[Start of section]
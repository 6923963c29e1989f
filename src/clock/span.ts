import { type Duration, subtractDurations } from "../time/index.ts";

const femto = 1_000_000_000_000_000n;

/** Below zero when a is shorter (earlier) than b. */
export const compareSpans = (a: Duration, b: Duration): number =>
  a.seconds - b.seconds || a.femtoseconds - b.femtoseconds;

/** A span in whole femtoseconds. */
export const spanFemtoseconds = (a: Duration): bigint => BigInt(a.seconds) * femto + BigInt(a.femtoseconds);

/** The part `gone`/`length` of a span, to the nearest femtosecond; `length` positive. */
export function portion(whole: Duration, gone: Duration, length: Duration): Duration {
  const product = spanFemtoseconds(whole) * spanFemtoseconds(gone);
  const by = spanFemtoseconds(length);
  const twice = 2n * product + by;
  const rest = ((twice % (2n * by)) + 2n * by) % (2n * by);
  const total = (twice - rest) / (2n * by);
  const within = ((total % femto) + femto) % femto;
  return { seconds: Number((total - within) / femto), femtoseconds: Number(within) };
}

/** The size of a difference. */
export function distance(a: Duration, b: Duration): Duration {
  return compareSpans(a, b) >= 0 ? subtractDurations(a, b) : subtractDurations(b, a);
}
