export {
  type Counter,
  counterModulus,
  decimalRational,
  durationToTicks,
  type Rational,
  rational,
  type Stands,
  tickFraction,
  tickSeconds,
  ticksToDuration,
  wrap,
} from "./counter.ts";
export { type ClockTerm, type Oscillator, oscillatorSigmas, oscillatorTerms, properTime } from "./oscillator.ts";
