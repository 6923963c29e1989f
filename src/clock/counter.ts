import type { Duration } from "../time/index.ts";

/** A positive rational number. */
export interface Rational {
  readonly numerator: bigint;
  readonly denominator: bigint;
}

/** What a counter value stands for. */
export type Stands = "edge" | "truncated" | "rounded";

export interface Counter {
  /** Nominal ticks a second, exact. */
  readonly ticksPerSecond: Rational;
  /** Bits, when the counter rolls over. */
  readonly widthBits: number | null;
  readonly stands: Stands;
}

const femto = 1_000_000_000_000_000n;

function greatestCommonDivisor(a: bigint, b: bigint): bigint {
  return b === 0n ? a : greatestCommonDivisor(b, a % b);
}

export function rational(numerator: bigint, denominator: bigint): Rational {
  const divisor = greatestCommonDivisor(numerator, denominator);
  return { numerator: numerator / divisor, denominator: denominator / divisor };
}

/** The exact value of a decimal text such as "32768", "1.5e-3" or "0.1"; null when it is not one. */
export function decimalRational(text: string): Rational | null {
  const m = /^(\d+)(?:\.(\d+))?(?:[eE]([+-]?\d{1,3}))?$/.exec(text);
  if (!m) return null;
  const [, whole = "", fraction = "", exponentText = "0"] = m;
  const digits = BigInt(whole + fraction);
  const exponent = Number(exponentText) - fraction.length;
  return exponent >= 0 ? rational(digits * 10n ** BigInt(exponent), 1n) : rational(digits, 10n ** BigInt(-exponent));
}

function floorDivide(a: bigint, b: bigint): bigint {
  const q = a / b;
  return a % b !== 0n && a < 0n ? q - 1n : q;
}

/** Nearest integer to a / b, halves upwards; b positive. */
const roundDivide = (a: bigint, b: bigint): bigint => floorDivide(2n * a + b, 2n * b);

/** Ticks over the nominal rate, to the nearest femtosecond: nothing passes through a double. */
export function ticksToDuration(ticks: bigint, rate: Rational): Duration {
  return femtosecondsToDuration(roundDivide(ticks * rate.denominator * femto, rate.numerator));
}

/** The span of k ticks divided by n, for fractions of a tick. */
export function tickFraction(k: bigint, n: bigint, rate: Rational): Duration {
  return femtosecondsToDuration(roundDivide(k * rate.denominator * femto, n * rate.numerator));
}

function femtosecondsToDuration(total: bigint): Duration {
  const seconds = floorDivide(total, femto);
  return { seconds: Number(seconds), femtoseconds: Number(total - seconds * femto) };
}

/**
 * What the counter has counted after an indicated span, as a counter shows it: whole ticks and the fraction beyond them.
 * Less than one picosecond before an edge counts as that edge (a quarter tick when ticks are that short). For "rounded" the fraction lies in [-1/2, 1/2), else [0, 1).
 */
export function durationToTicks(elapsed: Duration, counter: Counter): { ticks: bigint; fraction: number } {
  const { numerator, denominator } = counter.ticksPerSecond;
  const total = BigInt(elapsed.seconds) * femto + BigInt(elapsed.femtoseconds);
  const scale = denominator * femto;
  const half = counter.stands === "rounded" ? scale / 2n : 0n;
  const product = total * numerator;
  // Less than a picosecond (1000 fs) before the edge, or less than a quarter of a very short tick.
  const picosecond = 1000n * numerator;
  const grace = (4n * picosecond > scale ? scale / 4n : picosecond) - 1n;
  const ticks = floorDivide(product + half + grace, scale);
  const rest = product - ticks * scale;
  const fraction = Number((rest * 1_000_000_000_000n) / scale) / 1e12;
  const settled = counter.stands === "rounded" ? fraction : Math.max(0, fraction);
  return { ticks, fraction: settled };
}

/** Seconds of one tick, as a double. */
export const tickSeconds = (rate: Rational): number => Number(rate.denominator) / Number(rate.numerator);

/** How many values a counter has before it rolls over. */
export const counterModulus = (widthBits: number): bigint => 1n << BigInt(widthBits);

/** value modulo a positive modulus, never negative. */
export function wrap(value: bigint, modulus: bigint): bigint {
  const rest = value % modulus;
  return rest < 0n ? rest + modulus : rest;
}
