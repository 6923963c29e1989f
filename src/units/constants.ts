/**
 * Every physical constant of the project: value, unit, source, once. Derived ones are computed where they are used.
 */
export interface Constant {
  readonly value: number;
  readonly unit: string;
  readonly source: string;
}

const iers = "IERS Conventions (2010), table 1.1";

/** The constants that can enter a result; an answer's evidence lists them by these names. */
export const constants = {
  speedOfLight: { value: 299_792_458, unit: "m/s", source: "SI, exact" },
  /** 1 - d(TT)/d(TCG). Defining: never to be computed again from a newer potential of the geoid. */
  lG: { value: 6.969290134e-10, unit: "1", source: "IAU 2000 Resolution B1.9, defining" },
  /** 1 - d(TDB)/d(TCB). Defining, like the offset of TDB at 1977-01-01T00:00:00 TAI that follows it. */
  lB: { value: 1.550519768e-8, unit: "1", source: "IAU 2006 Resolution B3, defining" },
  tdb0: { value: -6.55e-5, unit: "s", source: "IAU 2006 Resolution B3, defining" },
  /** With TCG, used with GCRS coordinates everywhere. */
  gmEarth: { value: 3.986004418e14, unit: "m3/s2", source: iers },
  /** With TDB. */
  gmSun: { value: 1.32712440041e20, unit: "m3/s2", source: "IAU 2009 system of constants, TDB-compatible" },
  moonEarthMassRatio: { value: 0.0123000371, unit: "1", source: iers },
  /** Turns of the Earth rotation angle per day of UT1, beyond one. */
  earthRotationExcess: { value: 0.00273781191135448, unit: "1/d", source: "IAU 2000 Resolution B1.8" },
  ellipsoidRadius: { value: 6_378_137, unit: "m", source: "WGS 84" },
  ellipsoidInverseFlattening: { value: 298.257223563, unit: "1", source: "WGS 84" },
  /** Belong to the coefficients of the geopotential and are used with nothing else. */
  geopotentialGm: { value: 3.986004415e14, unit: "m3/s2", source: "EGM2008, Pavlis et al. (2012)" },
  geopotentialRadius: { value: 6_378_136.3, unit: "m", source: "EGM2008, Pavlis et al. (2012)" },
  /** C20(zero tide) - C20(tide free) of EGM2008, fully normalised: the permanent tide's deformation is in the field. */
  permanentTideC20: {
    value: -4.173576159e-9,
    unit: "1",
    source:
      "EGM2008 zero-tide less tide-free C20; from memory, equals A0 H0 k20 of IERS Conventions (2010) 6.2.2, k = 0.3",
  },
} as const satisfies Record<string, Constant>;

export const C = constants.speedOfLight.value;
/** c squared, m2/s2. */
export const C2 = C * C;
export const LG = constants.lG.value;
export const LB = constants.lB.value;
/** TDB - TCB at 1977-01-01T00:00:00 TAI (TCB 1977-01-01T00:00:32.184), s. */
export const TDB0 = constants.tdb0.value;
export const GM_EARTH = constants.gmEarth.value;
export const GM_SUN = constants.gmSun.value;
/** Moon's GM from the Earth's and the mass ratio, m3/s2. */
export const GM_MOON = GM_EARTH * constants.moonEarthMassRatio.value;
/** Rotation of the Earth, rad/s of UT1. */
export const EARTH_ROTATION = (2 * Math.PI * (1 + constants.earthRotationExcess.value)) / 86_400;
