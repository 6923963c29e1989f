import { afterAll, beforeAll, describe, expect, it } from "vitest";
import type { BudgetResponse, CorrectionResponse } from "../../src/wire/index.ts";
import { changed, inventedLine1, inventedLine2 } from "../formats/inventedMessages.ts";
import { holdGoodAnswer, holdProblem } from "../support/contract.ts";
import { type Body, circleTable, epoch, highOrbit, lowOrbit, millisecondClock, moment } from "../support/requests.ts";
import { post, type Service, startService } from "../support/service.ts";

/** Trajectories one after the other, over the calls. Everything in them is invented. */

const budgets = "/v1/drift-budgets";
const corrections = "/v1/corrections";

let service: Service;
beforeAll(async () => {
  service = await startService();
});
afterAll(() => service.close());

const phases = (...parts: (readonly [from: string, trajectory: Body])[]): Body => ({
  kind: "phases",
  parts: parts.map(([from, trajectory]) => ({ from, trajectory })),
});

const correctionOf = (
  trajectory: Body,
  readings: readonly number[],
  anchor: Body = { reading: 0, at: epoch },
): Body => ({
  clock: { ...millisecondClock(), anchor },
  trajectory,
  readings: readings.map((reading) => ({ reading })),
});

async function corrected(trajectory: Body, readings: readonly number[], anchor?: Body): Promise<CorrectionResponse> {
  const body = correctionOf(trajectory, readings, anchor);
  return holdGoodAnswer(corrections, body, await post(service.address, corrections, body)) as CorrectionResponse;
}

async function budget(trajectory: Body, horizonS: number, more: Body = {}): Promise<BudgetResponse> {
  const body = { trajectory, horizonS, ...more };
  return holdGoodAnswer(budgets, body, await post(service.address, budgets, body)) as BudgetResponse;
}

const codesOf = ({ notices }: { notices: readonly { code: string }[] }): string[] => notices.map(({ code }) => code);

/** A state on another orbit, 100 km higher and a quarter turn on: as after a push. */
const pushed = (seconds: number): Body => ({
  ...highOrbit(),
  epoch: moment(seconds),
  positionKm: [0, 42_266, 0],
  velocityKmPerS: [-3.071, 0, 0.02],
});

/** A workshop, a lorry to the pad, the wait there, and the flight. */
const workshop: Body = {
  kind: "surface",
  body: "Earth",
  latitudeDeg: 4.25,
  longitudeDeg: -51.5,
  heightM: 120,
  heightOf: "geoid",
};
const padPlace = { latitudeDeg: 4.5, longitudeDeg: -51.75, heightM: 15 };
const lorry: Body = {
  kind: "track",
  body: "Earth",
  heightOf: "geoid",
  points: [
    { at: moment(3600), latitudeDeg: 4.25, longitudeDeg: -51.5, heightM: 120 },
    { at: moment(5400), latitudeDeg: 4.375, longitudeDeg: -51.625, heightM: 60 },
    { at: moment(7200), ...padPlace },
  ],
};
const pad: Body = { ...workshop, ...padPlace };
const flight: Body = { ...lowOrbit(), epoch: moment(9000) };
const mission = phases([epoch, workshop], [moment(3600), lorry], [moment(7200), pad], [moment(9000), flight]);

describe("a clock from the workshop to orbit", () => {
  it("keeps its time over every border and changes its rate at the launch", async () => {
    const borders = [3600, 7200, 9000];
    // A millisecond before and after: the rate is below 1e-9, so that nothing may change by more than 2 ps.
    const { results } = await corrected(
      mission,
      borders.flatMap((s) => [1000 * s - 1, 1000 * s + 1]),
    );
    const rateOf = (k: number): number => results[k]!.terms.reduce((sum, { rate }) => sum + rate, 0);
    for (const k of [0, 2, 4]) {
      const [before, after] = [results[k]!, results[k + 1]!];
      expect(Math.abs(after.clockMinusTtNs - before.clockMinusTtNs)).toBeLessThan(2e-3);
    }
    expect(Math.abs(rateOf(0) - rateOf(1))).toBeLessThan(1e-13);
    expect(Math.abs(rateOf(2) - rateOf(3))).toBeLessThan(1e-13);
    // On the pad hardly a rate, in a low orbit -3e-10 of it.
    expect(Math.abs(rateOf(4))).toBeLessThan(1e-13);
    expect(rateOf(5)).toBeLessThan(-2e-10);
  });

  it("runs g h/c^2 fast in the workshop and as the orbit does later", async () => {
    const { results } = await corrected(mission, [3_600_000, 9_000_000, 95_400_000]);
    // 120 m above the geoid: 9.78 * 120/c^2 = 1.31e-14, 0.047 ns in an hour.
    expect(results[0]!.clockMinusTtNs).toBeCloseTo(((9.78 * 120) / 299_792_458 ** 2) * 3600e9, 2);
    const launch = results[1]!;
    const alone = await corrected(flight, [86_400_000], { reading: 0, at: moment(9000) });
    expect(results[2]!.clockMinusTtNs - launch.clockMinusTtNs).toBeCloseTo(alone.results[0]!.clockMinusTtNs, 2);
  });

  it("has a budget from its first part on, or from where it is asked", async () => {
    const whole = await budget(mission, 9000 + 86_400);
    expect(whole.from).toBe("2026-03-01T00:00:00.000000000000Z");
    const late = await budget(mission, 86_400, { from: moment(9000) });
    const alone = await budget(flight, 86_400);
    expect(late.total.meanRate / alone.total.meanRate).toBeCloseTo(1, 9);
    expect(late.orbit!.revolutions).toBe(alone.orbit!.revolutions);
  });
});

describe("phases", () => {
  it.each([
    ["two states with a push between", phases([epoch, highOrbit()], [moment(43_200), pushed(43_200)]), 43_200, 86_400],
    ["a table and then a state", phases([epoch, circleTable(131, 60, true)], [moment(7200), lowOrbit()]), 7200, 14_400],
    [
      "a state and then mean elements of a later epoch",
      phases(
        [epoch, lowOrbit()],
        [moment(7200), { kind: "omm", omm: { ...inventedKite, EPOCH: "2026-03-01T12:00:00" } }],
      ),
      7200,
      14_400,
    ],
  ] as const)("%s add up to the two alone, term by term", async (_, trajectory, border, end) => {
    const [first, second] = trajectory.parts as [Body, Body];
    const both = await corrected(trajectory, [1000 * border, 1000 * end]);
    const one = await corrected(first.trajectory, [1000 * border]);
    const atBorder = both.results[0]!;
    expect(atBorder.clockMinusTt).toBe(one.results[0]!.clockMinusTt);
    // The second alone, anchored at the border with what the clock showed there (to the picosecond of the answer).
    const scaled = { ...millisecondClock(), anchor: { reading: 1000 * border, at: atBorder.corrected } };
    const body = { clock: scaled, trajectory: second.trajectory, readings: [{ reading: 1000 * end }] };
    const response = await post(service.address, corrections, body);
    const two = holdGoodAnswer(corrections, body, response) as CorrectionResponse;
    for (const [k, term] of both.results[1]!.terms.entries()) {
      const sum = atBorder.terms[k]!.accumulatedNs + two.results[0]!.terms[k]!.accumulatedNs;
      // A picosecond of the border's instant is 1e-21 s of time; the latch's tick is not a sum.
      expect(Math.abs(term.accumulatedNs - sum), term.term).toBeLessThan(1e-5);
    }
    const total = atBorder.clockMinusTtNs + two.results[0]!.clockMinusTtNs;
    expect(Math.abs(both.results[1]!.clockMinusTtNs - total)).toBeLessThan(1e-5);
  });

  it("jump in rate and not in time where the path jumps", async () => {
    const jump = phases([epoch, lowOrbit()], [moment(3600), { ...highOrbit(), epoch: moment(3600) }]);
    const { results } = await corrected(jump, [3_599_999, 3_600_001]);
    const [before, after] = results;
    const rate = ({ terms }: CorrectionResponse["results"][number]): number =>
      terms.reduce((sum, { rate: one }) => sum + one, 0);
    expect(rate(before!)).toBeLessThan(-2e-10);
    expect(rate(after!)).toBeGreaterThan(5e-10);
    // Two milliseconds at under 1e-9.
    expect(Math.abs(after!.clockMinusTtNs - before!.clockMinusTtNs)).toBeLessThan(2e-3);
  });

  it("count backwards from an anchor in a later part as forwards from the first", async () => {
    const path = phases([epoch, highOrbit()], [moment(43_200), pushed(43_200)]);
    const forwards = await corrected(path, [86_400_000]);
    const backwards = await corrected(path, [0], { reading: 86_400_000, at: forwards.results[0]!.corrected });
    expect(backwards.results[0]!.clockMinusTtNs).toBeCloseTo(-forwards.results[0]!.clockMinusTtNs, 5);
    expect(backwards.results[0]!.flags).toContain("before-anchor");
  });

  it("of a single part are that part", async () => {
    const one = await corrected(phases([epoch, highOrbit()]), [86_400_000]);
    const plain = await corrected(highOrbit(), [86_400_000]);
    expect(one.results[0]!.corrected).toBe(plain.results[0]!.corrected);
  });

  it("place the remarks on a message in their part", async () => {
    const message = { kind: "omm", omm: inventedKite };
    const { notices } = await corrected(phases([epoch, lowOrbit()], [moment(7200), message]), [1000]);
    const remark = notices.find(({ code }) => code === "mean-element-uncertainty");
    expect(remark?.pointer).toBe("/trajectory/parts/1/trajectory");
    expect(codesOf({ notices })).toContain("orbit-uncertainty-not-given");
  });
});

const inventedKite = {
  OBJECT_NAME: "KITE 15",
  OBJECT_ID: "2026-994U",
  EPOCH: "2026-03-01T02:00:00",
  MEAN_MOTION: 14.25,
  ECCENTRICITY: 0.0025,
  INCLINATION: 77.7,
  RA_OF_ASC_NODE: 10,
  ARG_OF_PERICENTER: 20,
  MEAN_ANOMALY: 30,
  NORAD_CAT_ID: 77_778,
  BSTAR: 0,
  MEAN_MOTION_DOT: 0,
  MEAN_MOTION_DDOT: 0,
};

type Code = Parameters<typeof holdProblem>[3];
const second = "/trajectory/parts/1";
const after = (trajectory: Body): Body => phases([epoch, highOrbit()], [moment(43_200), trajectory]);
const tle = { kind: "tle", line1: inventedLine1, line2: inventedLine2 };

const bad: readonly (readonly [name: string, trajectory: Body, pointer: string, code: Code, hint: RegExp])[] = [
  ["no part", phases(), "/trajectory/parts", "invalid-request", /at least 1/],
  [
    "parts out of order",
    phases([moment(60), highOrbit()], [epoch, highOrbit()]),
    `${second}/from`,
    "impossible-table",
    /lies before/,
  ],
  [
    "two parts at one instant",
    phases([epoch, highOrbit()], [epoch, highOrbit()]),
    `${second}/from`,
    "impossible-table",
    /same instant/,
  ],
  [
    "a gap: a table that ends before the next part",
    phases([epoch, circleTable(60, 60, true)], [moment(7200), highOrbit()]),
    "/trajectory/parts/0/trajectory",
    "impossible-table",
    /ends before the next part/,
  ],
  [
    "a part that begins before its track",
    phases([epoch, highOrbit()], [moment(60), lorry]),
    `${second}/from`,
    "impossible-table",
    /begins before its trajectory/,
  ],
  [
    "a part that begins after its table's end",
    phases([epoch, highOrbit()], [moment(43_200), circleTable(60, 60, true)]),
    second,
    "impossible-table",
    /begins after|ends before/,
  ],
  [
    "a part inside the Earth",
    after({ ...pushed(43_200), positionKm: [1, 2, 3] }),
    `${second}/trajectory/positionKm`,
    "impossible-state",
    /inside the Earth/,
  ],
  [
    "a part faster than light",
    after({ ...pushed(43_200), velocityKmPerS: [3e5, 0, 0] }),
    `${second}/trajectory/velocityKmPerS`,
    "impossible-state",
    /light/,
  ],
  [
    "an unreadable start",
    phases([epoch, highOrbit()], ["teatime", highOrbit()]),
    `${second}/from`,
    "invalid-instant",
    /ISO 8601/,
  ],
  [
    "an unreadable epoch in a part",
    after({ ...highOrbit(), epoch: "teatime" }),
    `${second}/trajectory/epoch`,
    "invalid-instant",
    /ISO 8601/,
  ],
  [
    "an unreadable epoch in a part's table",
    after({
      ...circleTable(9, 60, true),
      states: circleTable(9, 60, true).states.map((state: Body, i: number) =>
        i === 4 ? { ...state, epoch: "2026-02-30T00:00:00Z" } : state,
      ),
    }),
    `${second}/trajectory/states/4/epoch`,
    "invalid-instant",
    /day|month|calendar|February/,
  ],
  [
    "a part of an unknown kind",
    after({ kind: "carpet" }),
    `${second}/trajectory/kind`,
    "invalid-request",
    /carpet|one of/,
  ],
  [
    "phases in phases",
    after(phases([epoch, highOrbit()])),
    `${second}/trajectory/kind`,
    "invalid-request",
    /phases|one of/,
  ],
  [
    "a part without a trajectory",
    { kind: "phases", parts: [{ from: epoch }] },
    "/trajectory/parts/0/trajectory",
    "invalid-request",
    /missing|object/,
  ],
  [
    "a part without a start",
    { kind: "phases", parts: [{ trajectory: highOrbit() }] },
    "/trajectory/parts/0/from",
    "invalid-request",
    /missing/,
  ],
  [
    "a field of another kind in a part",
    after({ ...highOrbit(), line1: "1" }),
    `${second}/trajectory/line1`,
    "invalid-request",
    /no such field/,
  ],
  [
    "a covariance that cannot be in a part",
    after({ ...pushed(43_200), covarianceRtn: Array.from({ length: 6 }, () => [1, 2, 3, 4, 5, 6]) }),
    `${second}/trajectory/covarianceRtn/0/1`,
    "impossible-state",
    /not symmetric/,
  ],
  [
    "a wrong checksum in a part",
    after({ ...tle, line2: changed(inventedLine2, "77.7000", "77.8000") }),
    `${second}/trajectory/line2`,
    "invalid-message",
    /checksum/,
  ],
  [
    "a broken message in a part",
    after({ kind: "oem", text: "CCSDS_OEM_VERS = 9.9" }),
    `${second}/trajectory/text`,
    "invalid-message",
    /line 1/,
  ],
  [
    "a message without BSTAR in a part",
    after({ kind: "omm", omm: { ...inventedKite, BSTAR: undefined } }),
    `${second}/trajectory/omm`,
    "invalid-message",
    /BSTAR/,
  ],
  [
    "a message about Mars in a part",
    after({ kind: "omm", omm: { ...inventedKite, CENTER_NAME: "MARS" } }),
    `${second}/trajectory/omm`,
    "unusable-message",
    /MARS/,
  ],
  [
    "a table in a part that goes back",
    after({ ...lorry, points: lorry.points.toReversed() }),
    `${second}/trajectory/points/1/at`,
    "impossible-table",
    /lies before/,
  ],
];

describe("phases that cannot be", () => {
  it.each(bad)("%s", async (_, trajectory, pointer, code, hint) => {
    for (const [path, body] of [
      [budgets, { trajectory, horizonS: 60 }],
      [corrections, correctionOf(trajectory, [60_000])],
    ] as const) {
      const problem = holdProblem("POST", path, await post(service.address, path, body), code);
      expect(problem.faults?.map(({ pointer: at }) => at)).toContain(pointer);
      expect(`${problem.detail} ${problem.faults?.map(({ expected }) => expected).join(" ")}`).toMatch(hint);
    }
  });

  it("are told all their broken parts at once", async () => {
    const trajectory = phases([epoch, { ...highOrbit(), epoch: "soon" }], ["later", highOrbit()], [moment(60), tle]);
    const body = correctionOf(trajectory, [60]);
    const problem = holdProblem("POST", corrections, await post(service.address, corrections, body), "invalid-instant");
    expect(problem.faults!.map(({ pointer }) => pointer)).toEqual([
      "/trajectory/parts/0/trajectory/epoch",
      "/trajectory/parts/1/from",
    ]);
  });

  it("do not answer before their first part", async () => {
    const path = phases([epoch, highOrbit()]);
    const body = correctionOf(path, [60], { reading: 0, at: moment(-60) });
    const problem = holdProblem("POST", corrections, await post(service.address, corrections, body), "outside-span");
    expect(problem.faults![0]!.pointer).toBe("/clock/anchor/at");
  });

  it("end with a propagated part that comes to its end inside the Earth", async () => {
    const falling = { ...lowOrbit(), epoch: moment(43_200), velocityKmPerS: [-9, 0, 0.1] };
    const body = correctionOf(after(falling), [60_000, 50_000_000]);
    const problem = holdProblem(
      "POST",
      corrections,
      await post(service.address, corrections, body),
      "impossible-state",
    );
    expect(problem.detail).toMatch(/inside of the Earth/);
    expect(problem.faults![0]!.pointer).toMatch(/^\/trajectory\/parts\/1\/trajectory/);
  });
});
[End of section]
- EXERCISE BRIEF
In the entries above, copy the lines from the one that contains "const body = correctionOf(after(falling), [60_000, 50_000_000]);" through the last line, exactly as they appear.

- WRITTEN RESPONSE
    const body = correctionOf(after(falling), [60_000, 50_000_000]);
    const problem = holdProblem(
      "POST",
      corrections,
      await post(service.address, corrections, body),
      "impossible-state",
    );
    expect(problem.detail).toMatch(/inside of the Earth/);
    expect(problem.faults![0]!.pointer).toMatch(/^\/trajectory\/parts\/1\/trajectory/);
  });
});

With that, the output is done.